I am happy with the trace carriers





Here we are trotting up a grade....











Wish and I thank you for looking





Angie


----------



## hobbyhorse23 (Jul 28, 2011)

Hey, good lookin' cart, lady!



You need to shorten your shafts as well as the traces to tighten your turn radius and I'd consider raising the tugs a notch too as you want the straight part at the bottom of the shaft to be level, not downhill. Other than that it looks great!

Leia


----------



## LittleRibbie (Jul 28, 2011)

Leia, when you mentioned that she needs to shorten her shafts...are the shafts on those carts adjustable? My carts are just the generic type nothing fancy but I needed 2 carts because of the shaft sizes and I didnt want to keep taking them on and off and switching them. Are these shafts easily adjusted on this particular cart/ Thanks for the help

Great pictures by the way....your cart in harness would be my dream!! And i love the dapples on Wish too!


----------



## hobbyhorse23 (Jul 28, 2011)

LittleRibbie said:


> Leia, when you mentioned that she needs to shorten her shafts...are the shafts on those carts adjustable? My carts are just the generic type nothing fancy but I needed 2 carts because of the shaft sizes and I didnt want to keep taking them on and off and switching them. Are these shafts easily adjusted on this particular cart.

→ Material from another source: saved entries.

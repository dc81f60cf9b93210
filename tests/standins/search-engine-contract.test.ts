// Contract tests for the search engine, spoken to only through the official `meilisearch` SDK.
// By default they run against the local stand-in (search/engine/server.ts); with MEILI_HOST set
// (and MEILI_API_KEY when that engine has a master key) they run unchanged against a real
// Meilisearch, so the stand-in is held to the real engine's behaviour. Index names carry a
// per-run suffix and every index made here is deleted afterwards.
//
// Expected results come from the Meilisearch documentation's definitions (filter expressions,
// sorting, facets, pagination, typo tolerance and geosearch pages), evaluated over the fixture
// by plain predicates, and from geolib for distances.

import { randomBytes } from 'node:crypto'

import { getDistance, isPointInPolygon } from 'geolib'
import { Meilisearch, MeilisearchApiError, type Index, type Settings, type Task } from 'meilisearch'
import { afterAll, beforeAll, describe, expect, it } from 'vitest'

import { startSearchEngine, type RunningSearchEngine } from '../../standins/search-engine/server'

type FiringDocument = {
  id: string
  studioName: string
  title: string
  cone: string
  atmosphere: 'oxidation' | 'reduction'
  kind: 'bisque' | 'glaze'
  priceCents: number
  usableHeightMm?: number
  spaceLeftL: number
  tags: string[]
  crewNote?: string | null
  _geo: { lat: number; lng: number }
}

Yes, they're adjustable but no, not easily.



They're very easy to take on and off but it's hard to get them back exactly as you had them before because they simply tighten down with screws rather than having predrilled holes or attaching with pins or something. This allows for very individualized fitting for both rotation and length but is a bummer when you need to change them.





I suppose you could drill a hole once you had them perfectly fitted and use a cotter pin to make future reinstallation quick and easy but I still wouldn't want to have to change it quickly between one horse and another of a different size. For one thing too many holes close together would weaken the shaft (which is why they don't do it in the first place) and for another, there would be paint damage visible on the rear part of the shaft when you lengthened it for the larger horse.

Leia


----------



## LittleRibbie (Jul 28, 2011)

Thank you Leia, for explaining this to me....I'd still give my right arm for that cart..its reallynice looking.


----------



## bannerminis (Jul 28, 2011)

Well you both look great and its all such a learning curve. It didnt stop raining yesterday so I couldnt take my own cart out to make the adjustments. Today is looking better.


----------



## drivin*me*buggy (Jul 28, 2011)

Thanks guys! It is a fun cart to drive.

Leia, I will work on getting those adjustments made today.I will have to work on wiggling those shafts in to shorten them more LOL, but I agree, it all looks a bit too strung out yet. And Ash said she thought I should raise my tugs one hole too...so I will give that a try. I LOVE the cart. It is so comfortable, turns well, is stable...and it is pretty easy on the eyes. Wish really seems to enjoy it too. I hope to put Buck to it once he is better.

Angie


----------



## jleonard (Jul 28, 2011)

Looking great! Congratulations on your new cart! I really like the look of the Aerocrown, everyone I've met that has one has always been very happy with them.



hobbyhorse23 said:


> Yes, they're adjustable but no, not easily.
> 
> 
> 
> ...


My new cart's shafts adjust the same way. I got them lined up the way I wanted then put a tiny paint dot on the underside of the shaft where it connects to the cart so that it is easy to line up and where no one would see. I have to take them off for transport, so needed an easy way to realign them.


----------



## RhineStone (Jul 28, 2011)

I don't think that you would want to use pins or the like as that would probably make the shaft rattle unless you got a REALLY good fit. I CAN'T STAND carts that rattle. I have enough to think about without the cart banging in my ear!





Myrna


----------



## shorthorsemom (Jul 28, 2011)

AWESOME photos, so glad you shared them. You look terrific in your new cart. I love the color combination you choose. guess I am a little biased on the color... wink..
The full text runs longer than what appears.